— Material for the task —
──────
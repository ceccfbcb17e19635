//! The streaming GeoTIFF writer.
//!
//! Blocks are appended to the file as they arrive, from any number of threads: each
//! caller converts, predicts and compresses its block itself, then takes a lock only to
//! reserve the block's byte range, and writes it with a positioned write. `finish` writes
//! the image file directory (TIFF 6.0 §2) after the data and points the header at it.
//! Files are little-endian; BigTIFF is chosen when the file could pass 4 GiB.
//!
//! With overviews ([`WriteOptions::overviews`], tiled files) the file is a Cloud Optimized
//! GeoTIFF (OGC 21-026, recommendation "ifd-order"): header; the directories of the full
//! resolution and of each overview level, largest first, each with its tag values; the
//! tile offsets and byte counts of all of them; the overviews' tiles from the smallest
//! level up; the full-resolution tiles. Blocks are then appended to a spill file beside
//! the output (`.NAME.partial-PID`, removed when the writer ends; a killed run's is removed
//! as a stale partial, [`crate::atomic_file`]). Each tile's quarter of the next level is
//! kept, uncompressed, in a second temporary file before the tile is compressed; `finish`
//! assembles each overview level from the quarters of the level above, a few tiles per
//! thread at a time (memory stays a few tiles per thread, whatever the raster), appends
//! them to the spill file, writes the directories into the output and puts the tiles in
//! after them, smallest level first. (When a band's overview rule changed after tiles were
//! written, the levels are made by reading the tiles of the level above back instead.)
//! Overview IFDs carry NewSubfileType 1 and the full resolution's tiling, compression,
//! predictor, sample format and nodata; GeoKeys and band metadata are on the full
//! resolution only, which they describe for all levels (OGC 21-026 §7 "Georeference Keys").
//!
//! File space is allocated ahead of the blocks where the system allows
//! ([`file_ranges::reserve`]) and the file cut to its content when it is finished.
//!
//! Pixel-interleaved files hold all bands in each block, so their blocks wait in memory
//! until every band of the block has arrived: memory is bounded by the blocks in flight.

use std::collections::HashMap;
use std::fs::{File, OpenOptions};
use std::path::{Path, PathBuf};
use std::sync::Mutex;

use ndarray::ArrayView2;

use crate::error::{Error, Result};
use crate::grid::{CrsKind, Grid, RasterSpace};
use crate::raster::SampleType;

use super::codec::{self, ChunkShape, Codec};
use super::file_ranges;
use super::overview::{self, OverviewResampling};
use super::tags::{self, OutValue};
use super::{
    geokeys, metadata, BigTiff, Compression, Interleave, Layout, TiffSample, WriteOptions,
};

/// Bytes reserved for the directory and tags when estimating whether BigTIFF is needed.
const DIRECTORY_MARGIN: u64 = 64 << 20;

/// Smallest and largest step by which a file of compressed blocks is allocated ahead of
/// its blocks (`file_ranges::reserve`): as much as has been written, within these bounds.
/// At most one step too much is allocated, and cut when the file is finished.
const RESERVE_STEP_MIN: u64 = 4 << 20;
const RESERVE_STEP_MAX: u64 = 64 << 20;

/// Peak bytes the writer holds per block (tile or strip of one band plane) for its index:
/// offset, byte count and written flag while writing (8 + 8 + 1), then a copy of offsets
/// and counts as tag values (16) and their bytes in the directory (16) in `finish`.
pub const INDEX_BYTES_PER_BLOCK: u64 = 49;

struct PendingBlock {
    data: Vec<u8>,
    bands_done: Vec<bool>,
}

#[derive(Default)]
struct State {
    end: u64,
    /// Bytes of the file allocated ahead of the blocks ([`file_ranges::reserve`]); the
    /// final length is set when the file is finished.
    reserved: u64,
    offsets: Vec<u64>,
    counts: Vec<u64>,
    written: Vec<bool>,
    pending: HashMap<usize, PendingBlock>,
    failure: Option<String>,
}

/// Everything fixed about an output file once it is created.
pub(super) struct Plan {
    pub width: usize,
    pub height: usize,
    pub bands: usize,
    pub sample_type: SampleType,
    pub codec: Codec,
    pub predictor: u16,
    pub tiled: bool,
    pub block_w: usize,
    pub block_h: usize,
    pub across: usize,
    pub down: usize,
    pub planar: bool,
    pub big: bool,
    /// Sizes (width, height) of the overview levels, largest first; empty without them.
    pub levels: Vec<(usize, usize)>,
    /// Cloud Optimized layout (directories first); set when overviews are asked for on a
    /// tiled file, even one that fits a single tile and has no overview level.
    pub cog: bool,
}

impl Plan {
    fn new(path: &Path, grid: &Grid, bands: usize, o: &WriteOptions) -> Result<Plan> {
        let usage = |p: String| Error::usage(p).in_file(path);
        if bands == 0 || bands > 65_535 {
            return Err(usage(format!(
                "a GeoTIFF holds 1 to 65535 bands; {bands} were asked for"
            )));
        }
        let is_float = matches!(o.sample_type, SampleType::F32 | SampleType::F64);
        // Predictors go with LZW, Deflate and ZSTD only: libtiff-based readers ignore
        // them beside no compression or PackBits.
        let predicting = matches!(
            o.compression,
            Compression::Lzw | Compression::Deflate | Compression::Zstd
        );
        let predictor = match o.predictor {
            Some(p) if p != 1 && !predicting => {
                return Err(usage(format!(
                    "predictor {p} cannot be combined with {:?} compression",
                    o.compression
                ))
                .with_fix("use Deflate, LZW or ZSTD with a predictor, or predictor 1"))
            }
            Some(p) => p,
            None if !predicting => 1,
            None if is_float => 3,
            None => 2,
        };
        match (predictor, is_float) {
            (1, _) | (2, false) | (3, true) => {}
            _ => {
                return Err(usage(format!(
                    "predictor {predictor} does not apply to {} samples",
                    o.sample_type.name()
                ))
                .with_fix("use predictor 3 for float32/float64, 2 for integers, or 1 (none)"))
            }
        }
        let (tiled, block_w, block_h) = match o.layout {
            Layout::Tiled { size } => {
                if size == 0 || size % 16 != 0 || size > 1 << 16 {
                    return Err(usage(format!(
                        "tile size {size} is not a multiple of 16 between 16 and 65536 (TIFF 6.0 §15)"
                    ))
                    .with_fix("pick a tile size such as 256 or 512"));
                }
                (true, size, size)
            }
            Layout::Strips { rows_per_strip } => {
                if rows_per_strip == 0 {
                    return Err(usage("rows per strip must be at least 1".into()));
                }
                (false, grid.width, rows_per_strip.min(grid.height))
            }
        };
        let planar = o.interleave == Interleave::Band && bands > 1;
        let block_samples = if planar { 1 } else { bands };
        let block_bytes = block_w as u128
            * block_h as u128
            * block_samples as u128
            * o.sample_type.size() as u128;
        if block_bytes > super::MAX_BLOCK_BYTES as u128 {
            return Err(usage(format!(
                "one block would hold {block_bytes} bytes, more than the limit of {}",
                super::MAX_BLOCK_BYTES
            ))
            .with_fix("use smaller tiles or fewer rows per strip"));
        }
        let raw =
            grid.width as u64 * grid.height as u64 * bands as u64 * o.sample_type.size() as u64;
        // Compressed blocks can outgrow raw data slightly (Deflate's stored blocks, PackBits
        // literals: at most 1/128 more), and tiles are padded at the edges.
        let across = grid.width.div_ceil(block_w);
        let down = grid.height.div_ceil(block_h);
        let padded = (across * block_w) as u64
            * (down * block_h) as u64
            * bands as u64
            * o.sample_type.size() as u64;
        let cog = o.overviews && tiled;
        let levels = if cog {
            overview::level_sizes(grid.width, grid.height, block_w)
        } else {
            Vec::new()
        };
        // Overview tiles add at most a third of the padded full resolution (¼ + ¹⁄₁₆ + …).
        let overview_padded: u64 = levels
            .iter()
            .map(|(w, h)| {
                (w.div_ceil(block_w) * block_w) as u64
                    * (h.div_ceil(block_h) * block_h) as u64
                    * bands as u64
                    * o.sample_type.size() as u64
            })
            .sum();
        let worst =
            raw.max(padded) + overview_padded + (padded + overview_padded) / 64 + DIRECTORY_MARGIN;
        let big = match o.bigtiff {
            BigTiff::Always => true,
            BigTiff::Never => false,
            BigTiff::Auto => worst > u32::MAX as u64,
        };
        Ok(Plan {
            width: grid.width,
            height: grid.height,
            bands,
            sample_type: o.sample_type,
            codec: match o.compression {
                Compression::None => Codec::None,
                Compression::Deflate => Codec::Deflate,
                Compression::Lzw => Codec::Lzw,
                Compression::Zstd => Codec::Zstd,
                Compression::PackBits => Codec::PackBits,
            },
            predictor,
            tiled,
            block_w,
            block_h,
            across,
            down,
            planar,
            big,
            levels,
            cog,
        })
    }

    /// Tiles across and down overview level `k` (0 = full resolution).
    fn level_grid(&self, k: usize) -> (usize, usize) {
        if k == 0 {
            (self.across, self.down)
        } else {
            let (w, h) = self.levels[k - 1];
            (w.div_ceil(self.block_w), h.div_ceil(self.block_h))
        }
    }

    /// Size (width, height) of level `k` (0 = full resolution).
    fn level_size(&self, k: usize) -> (usize, usize) {
        if k == 0 {
            (self.width, self.height)
        } else {
            self.levels[k - 1]
        }
    }

    /// Blocks of level `k` (all planes).
    fn level_blocks(&self, k: usize) -> usize {
        let (a, d) = self.level_grid(k);
        a * d * if self.planar { self.bands } else { 1 }
    }

    /// Blocks of every level, the full resolution included.
    fn all_blocks(&self) -> usize {
        (0..=self.levels.len()).map(|k| self.level_blocks(k)).sum()
    }

    /// Blocks per band plane.
    fn per_plane(&self) -> usize {
        self.across * self.down
    }

    fn block_count(&self) -> usize {
        self.per_plane() * if self.planar { self.bands } else { 1 }
    }

    /// Rows stored in block row `br` (tiles are full; the last strip may be short).
    pub fn block_rows(&self, br: usize) -> usize {
        if self.tiled {
            self.block_h
        } else {
            self.block_h.min(self.height - br * self.block_h)
        }
    }

    /// Cells of block (`bc`, `br`) that lie inside the raster (width, height).
    pub fn valid_size(&self, bc: usize, br: usize) -> (usize, usize) {
        (
            self.block_w.min(self.width - bc * self.block_w),
            self.block_h.min(self.height - br * self.block_h),
        )
    }

    pub fn samples_per_block_pixel(&self) -> usize {
        if self.planar {
            1
        } else {
            self.bands
        }
    }

    fn shape(&self, br: usize) -> ChunkShape {
        let spp = self.samples_per_block_pixel();
        ChunkShape {
            rows: self.block_rows(br),
            row_samples: self.block_w * spp,
            stride: spp,
            sample_size: self.sample_type.size(),
        }
    }
}
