/// Parse CSV sample text (see the module docs for the accepted column names).
pub fn parse_csv(text: &str, class_field: Option<&str>) -> Result<Vec<Sample>> {
    let records = csv_records(text)?;
    let Some(((_, header), rows)) = records.split_first() else {
        return Err(Error::usage("the CSV file is empty")
            .with_fix("give a header line (x,y,class[,radius_m][,id]) and one line per sample"));
    };
    let col_x = find_column(header, &["x", "easting", "lon", "longitude"]);
    let col_y = find_column(header, &["y", "northing", "lat", "latitude"]);
    let col_class = match class_field {
        Some(name) => find_column(header, &[name]),
        None => find_column(header, &["class", "label"]),
    };
    let (Some(col_x), Some(col_y), Some(col_class)) = (col_x, col_y, col_class) else {
        let hint = if header.len() == 1 && header[0].contains(';') {
            "the header looks semicolon-separated; save the file with commas as separators"
                .to_string()
        } else {
            format!(
                "name the columns x (or easting, lon, longitude), y (or northing, lat, \
                 latitude) and {} ; optional: radius_m (or radius), id (or sample_id)",
                class_field.unwrap_or("class (or label)")
            )
        };
        return Err(Error::usage(format!(
            "line 1: the header ({}) lacks a required column (x, y and class are required)",
            header.join(",")
        ))
        .with_fix(hint));
    };
    let col_radius = find_column(header, &["radius_m", "radius"]);
    let col_id = find_column(header, &["id", "sample_id"]);
    let mut samples = Vec::with_capacity(rows.len());
    for (n, (line, fields)) in rows.iter().enumerate() {
        let line = *line;
        let get = |col: usize| fields.get(col).map(|s| s.as_str()).unwrap_or("");
        if fields.len() != header.len() {
            return Err(Error::usage(format!(
                "line {line}: {} field(s), but the header has {}",
                fields.len(),
                header.len()
            ))
            .with_fix(
                "give every line as many fields as the header; quote fields containing commas",
            ));
        }
        let x = parse_number(get(col_x), "x", line)?;
        let y = parse_number(get(col_y), "y", line)?;
        let class = get(col_class).trim().to_string();
        if class.is_empty() {
            return Err(Error::usage(format!("line {line}: the class is empty"))
                .with_fix("give every sample a class"));
        }
        let radius_m = match col_radius.map(get).map(str::trim) {
            None | Some("") => None,
            Some(t) => {
                let r = parse_number(t, "radius", line)?;
                if r <= 0.0 {
                    return Err(Error::usage(format!(
                        "line {line}: radius {r} is not positive"
                    ))
                    .with_fix("give a radius in metres above 0, or leave the field empty for the one cell under the point"));
                }
                Some(r)
            }
        };
        let id = match col_id.map(get).map(str::trim) {
            Some(t) if !t.is_empty() => t.to_string(),
            _ => (n + 1).to_string(),
        };
        samples.push(Sample {
            id,
            class,
            shape: Shape::Point { x, y, radius_m },
        });
    }
    Ok(samples)
}

/// An EPSG code from a legacy GeoJSON `crs` member ("EPSG:32633",
/// "urn:ogc:def:crs:EPSG::32633", OGC CRS84 → 4326).
fn declared_epsg(root: &Value) -> Option<u32> {
    let name = root.get("crs")?.get("properties")?.get("name")?.as_str()?;
    let upper = name.to_ascii_uppercase();
    if upper.ends_with("CRS84") {
        return Some(4326);
    }
    upper
        .rsplit(':')
        .next()
        .and_then(|code| code.parse::<u32>().ok())
}

fn value_text(v: &Value) -> Option<String> {
    match v {
        Value::String(s) => Some(s.trim().to_string()),
        Value::Number(n) => Some(n.to_string()),
        Value::Bool(b) => Some(b.to_string()),
        _ => None,
    }
}

fn position(v: &Value, what: &str) -> Result<[f64; 2]> {
    let arr = v.as_array().filter(|a| a.len() >= 2);
    let xy = arr.and_then(|a| Some([a[0].as_f64()?, a[1].as_f64()?]));
    match xy {
        Some([x, y]) if x.is_finite() && y.is_finite() => Ok([x, y]),
        _ => Err(
            Error::usage(format!("{what}: a position is not a pair of numbers"))
                .with_fix("write positions as [x, y] arrays of numbers (RFC 7946)"),
        ),
    }
}

fn rings(v: &Value, what: &str) -> Result<Vec<Vec<[f64; 2]>>> {
    let bad = || {
        Error::usage(format!(
            "{what}: polygon coordinates are not a list of rings"
        ))
        .with_fix("write a Polygon as [[[x, y], …]] with at least 4 positions per ring (RFC 7946)")
    };
    let list = v.as_array().ok_or_else(bad)?;
    if list.is_empty() {
        return Err(bad());
    }
    list.iter()
        .map(|ring| {
            let pts = ring.as_array().ok_or_else(bad)?;
            let mut out = pts
                .iter()
                .map(|p| position(p, what))
                .collect::<Result<Vec<_>>>()?;
            if out.len() > 1 && out.first() == out.last() {
                out.pop();
            }
            if out.len() < 3 {
                return Err(bad());
            }
            Ok(out)
        })
        .collect()
}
──────
— Exercise prompt —
All lines above from the one containing "(down * block_h) as u64" to the one containing "resolution (¼ + ¹⁄₁₆ + …)." must be repeated exactly, both lines included, and no others.

— Response area —
            * (down * block_h) as u64
            * bands as u64
            * o.sample_type.size() as u64;
        let cog = o.overviews && tiled;
        let levels = if cog {
            overview::level_sizes(grid.width, grid.height, block_w)
        } else {
            Vec::new()
        };
        // Overview tiles add at most a third of the padded full resolution (¼ + ¹⁄₁₆ + …).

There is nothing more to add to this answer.